▶ **Work instruction**
Nothing but a number should be written: the count of lines below that contain "Hashable".
[Opening Given data section]
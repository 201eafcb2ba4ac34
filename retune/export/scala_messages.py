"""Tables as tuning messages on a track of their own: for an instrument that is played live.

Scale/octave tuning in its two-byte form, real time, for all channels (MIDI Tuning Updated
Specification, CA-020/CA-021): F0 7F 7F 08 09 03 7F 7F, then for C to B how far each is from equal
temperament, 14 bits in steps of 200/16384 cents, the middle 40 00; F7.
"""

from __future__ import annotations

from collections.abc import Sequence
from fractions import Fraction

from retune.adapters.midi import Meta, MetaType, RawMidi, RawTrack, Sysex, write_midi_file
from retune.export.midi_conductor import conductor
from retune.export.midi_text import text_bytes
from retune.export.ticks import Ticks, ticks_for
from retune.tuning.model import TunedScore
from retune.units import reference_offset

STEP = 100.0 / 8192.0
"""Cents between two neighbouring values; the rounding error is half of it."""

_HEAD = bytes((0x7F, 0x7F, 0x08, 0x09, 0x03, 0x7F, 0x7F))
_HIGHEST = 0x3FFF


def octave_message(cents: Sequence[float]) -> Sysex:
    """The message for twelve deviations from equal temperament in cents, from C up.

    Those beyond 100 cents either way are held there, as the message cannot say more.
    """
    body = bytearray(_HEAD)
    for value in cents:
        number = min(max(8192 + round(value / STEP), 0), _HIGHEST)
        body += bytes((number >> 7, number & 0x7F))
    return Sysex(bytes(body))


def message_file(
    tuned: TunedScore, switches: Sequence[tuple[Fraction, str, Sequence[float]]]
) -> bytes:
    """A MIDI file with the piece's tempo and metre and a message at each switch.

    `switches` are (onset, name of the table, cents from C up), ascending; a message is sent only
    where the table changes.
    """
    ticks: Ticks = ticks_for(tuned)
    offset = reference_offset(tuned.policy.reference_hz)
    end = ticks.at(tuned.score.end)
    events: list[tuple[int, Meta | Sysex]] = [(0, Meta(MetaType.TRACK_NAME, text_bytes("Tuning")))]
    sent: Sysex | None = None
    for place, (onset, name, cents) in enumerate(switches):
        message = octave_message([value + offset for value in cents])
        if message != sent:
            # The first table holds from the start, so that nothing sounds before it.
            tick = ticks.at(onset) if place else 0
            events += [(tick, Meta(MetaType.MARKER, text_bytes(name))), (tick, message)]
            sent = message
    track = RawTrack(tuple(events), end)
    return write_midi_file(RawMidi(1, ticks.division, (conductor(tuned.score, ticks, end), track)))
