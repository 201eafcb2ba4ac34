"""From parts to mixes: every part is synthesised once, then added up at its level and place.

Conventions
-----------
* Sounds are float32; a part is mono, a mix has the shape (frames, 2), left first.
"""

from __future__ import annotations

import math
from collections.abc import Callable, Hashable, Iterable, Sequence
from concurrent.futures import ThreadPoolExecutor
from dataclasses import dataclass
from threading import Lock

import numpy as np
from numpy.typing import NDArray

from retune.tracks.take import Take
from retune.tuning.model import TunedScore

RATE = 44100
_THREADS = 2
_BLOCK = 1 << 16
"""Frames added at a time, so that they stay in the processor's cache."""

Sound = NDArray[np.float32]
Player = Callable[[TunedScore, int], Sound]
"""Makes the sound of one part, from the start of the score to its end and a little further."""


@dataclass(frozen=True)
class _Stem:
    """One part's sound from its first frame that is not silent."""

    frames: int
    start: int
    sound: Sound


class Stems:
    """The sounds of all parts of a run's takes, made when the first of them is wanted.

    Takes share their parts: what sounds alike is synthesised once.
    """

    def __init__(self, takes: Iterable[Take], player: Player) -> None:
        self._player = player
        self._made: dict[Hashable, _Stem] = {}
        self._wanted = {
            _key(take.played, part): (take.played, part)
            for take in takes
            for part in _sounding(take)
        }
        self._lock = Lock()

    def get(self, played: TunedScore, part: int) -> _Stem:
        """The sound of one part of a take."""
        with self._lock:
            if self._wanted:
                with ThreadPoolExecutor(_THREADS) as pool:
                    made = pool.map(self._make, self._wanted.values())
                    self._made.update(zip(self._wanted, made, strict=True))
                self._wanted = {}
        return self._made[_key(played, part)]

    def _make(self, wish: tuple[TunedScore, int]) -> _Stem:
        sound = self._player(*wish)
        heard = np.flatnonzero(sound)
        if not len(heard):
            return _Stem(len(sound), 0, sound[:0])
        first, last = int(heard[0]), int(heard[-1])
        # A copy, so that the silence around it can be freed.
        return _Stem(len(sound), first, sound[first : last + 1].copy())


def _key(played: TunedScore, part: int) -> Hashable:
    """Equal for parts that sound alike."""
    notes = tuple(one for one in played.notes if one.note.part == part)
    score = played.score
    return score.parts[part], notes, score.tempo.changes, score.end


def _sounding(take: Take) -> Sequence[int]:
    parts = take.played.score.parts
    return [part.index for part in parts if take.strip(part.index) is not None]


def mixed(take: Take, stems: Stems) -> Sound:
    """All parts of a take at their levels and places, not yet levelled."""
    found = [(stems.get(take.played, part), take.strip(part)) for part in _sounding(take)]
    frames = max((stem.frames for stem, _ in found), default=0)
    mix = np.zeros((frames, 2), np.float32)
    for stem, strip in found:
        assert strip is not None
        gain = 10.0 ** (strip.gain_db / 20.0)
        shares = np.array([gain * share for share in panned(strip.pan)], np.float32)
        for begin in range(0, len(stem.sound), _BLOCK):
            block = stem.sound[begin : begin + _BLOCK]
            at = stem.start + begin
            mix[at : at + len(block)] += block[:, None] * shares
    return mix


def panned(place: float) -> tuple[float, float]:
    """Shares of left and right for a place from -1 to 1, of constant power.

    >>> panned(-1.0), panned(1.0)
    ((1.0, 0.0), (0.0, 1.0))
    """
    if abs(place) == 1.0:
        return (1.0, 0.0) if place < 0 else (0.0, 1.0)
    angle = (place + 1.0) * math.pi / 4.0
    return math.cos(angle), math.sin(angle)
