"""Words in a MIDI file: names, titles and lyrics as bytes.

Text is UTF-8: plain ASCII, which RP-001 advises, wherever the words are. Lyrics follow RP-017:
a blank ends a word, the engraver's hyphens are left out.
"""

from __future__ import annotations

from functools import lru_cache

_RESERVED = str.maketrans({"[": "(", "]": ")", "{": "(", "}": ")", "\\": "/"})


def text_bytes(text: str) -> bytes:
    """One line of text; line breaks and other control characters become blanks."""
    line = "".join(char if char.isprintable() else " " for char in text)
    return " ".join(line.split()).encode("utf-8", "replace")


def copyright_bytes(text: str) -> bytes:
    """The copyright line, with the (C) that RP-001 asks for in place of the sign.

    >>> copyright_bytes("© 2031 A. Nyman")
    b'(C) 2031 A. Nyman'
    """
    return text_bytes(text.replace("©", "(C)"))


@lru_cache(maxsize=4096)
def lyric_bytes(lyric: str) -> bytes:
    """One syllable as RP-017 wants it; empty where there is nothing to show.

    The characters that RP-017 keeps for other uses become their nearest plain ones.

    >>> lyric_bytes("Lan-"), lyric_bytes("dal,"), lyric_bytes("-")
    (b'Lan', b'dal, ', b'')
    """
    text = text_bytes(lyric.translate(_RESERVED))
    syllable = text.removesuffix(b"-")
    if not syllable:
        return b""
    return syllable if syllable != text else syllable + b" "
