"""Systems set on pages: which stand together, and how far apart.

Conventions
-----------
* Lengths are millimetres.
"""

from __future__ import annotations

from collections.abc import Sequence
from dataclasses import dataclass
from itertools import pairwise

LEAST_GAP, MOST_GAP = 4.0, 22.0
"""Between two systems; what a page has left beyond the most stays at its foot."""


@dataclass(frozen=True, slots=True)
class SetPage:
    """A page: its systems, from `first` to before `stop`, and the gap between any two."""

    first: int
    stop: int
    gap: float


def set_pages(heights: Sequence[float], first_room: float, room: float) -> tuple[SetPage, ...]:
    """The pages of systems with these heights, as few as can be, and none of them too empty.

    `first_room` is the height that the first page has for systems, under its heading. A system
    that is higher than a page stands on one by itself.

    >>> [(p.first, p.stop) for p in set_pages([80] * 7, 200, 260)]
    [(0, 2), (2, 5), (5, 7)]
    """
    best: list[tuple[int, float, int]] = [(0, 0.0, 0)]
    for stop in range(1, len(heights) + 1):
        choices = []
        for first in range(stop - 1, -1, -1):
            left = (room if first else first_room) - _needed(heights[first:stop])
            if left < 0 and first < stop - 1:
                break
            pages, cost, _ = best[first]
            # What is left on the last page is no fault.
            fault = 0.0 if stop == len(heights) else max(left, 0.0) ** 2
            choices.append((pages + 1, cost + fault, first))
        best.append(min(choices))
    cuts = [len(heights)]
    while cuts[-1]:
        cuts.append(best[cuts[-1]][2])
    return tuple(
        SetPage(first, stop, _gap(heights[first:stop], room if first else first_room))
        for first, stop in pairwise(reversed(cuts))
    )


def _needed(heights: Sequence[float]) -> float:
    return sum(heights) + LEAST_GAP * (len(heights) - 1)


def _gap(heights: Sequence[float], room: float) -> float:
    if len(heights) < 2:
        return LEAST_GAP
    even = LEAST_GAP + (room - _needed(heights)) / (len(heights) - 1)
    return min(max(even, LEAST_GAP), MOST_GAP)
[Closing Given data section]
▶ **Output for this exercise**
3